After I’d been a beatnik I thought I’d have a real change. So I became a deb.

You get asked to someone’s tea party and meet all these girls. They take down your name and address and ask you to their tea party, and you do the same to them and ask them to yours.

Your mother is a very important bit of being a deb. She has to go to all these lunch parties and chat to other mothers. My mother found luncheon chit-chat an awful strain. She’s very intelligent so that kind of conversation got her down. I used to cheer her up beforehand, and she borrowed my grandmother’s diamonds and things. But it was still hard work. She was quite amusing about them afterwards though. She said the frightfully rich ones kept their minks on all through lunch. She said they’d rather melt than take them off. And everyone cheered up when they heard I had a brother. The point of being a deb is to get married I suppose, though not many of them do. But that’s the object really. So a brother is good news.


 

 

There are cocktail parties, country house parties, dances in big posh hotels…

I had a dance of course. And a cocktail party and everything. Rather good. I thought so anyway

 That involves her father:

He isn’t bad at talking to people once he gets down to it. He puts on this very pally expression and they tell him practically anything. Nearly every party there he is with this pally expression listening to some dope and them telling him the secrets of their hearts. I don’t think he wants to hear the secrets of their hearts. He’s just got this face people tell things to. Honestly they just see his face and make straight for it.

 

Yes well he was a spy, so that’s handy isn’t it? John le Carre says that if anyone was the model for George Smiley it was John Bingham, who also wrote thrillers. One of them is on the blog here, and the MI5 connection features in that post as well as this one.

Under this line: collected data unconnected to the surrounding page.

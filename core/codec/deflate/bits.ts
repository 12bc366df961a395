/** Writes bits behind those that are there, the first into the lowest place of a byte. [RFC1951, 3.1.1] */
export class BitWriter {
  readonly #out: Uint8Array;
  #at: number;
  #held: number;
  #count: number;

  /** Behind the first `bit` bits of `out`. */
  constructor(out: Uint8Array, bit: number) {
    this.#out = out;
    this.#at = bit >> 3;
    this.#count = bit & 7;
    this.#held = this.#count === 0 ? 0 : out[this.#at] & ((1 << this.#count) - 1);
  }

  /** `count` is 0..24; `bits` has no others. */
  put(bits: number, count: number): void {
    this.#held |= bits << this.#count;
    this.#count += count;
    while (this.#count >= 8) {
      this.#out[this.#at++] = this.#held;
      this.#held >>>= 8;
      this.#count -= 8;
    }
  }

  /** Fills the byte with zeros. Gives where the next one starts. */
  align(): number {
    if (this.#count > 0) this.put(0, 8 - this.#count);
    return this.#at;
  }

  /** Where the bits end, in bits. What was put is all in its place. */
  end(): number {
    if (this.#count > 0) this.#out[this.#at] = this.#held;
    return 8 * this.#at + this.#count;
  }
}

Next she does a modelling course…. (all this shows she was the original Sloane Ranger)

She does various jobs, she is no good at anything.

Of the girls she knew, she says:

One has one’s hair done at the Queen’s hairdresser, one’s writing paper from the Queen’s stationer, one’s weekends in Berks, Bucks or Wilts, and one’s weeny runabout to Harrods to meet one’s girl friends for lunch. And one swoons over teenyminded weeds in Knightsbridge flats.

 

And the men:

I think you can class most men. Supermen, weed, drip, lech. I only met one person you couldn’t. He wasn’t a superman. He wasn’t a weed or a drip. And he wasn’t a lech. He was a womanizer but he wasn’t a lech…What he was, I think, was a vagabond.

She is very judgemental, and has her Views on sex and abortion, which I suppose were of their time.

I’m trying to be fair, and I did enjoy the book when I was approx. 15 but there is not a great deal to it now.

Charlotte Bingham went on to have  a very successful career as a writer, including on the legendary TV series Upstairs, Downstairs. She also wrote many romance novels. 

Comments

  1. "Nearly every party there he is with this pally expression listening to some dope and them telling him the secrets of their hearts. I don’t think he wants to hear the secrets of their hearts. He’s just got this face people tell things to. Honestly they just see his face and make straight for it."

    Ye Gods, I know exactly what that's like, I've always been perplexed by it too. People just tell me things.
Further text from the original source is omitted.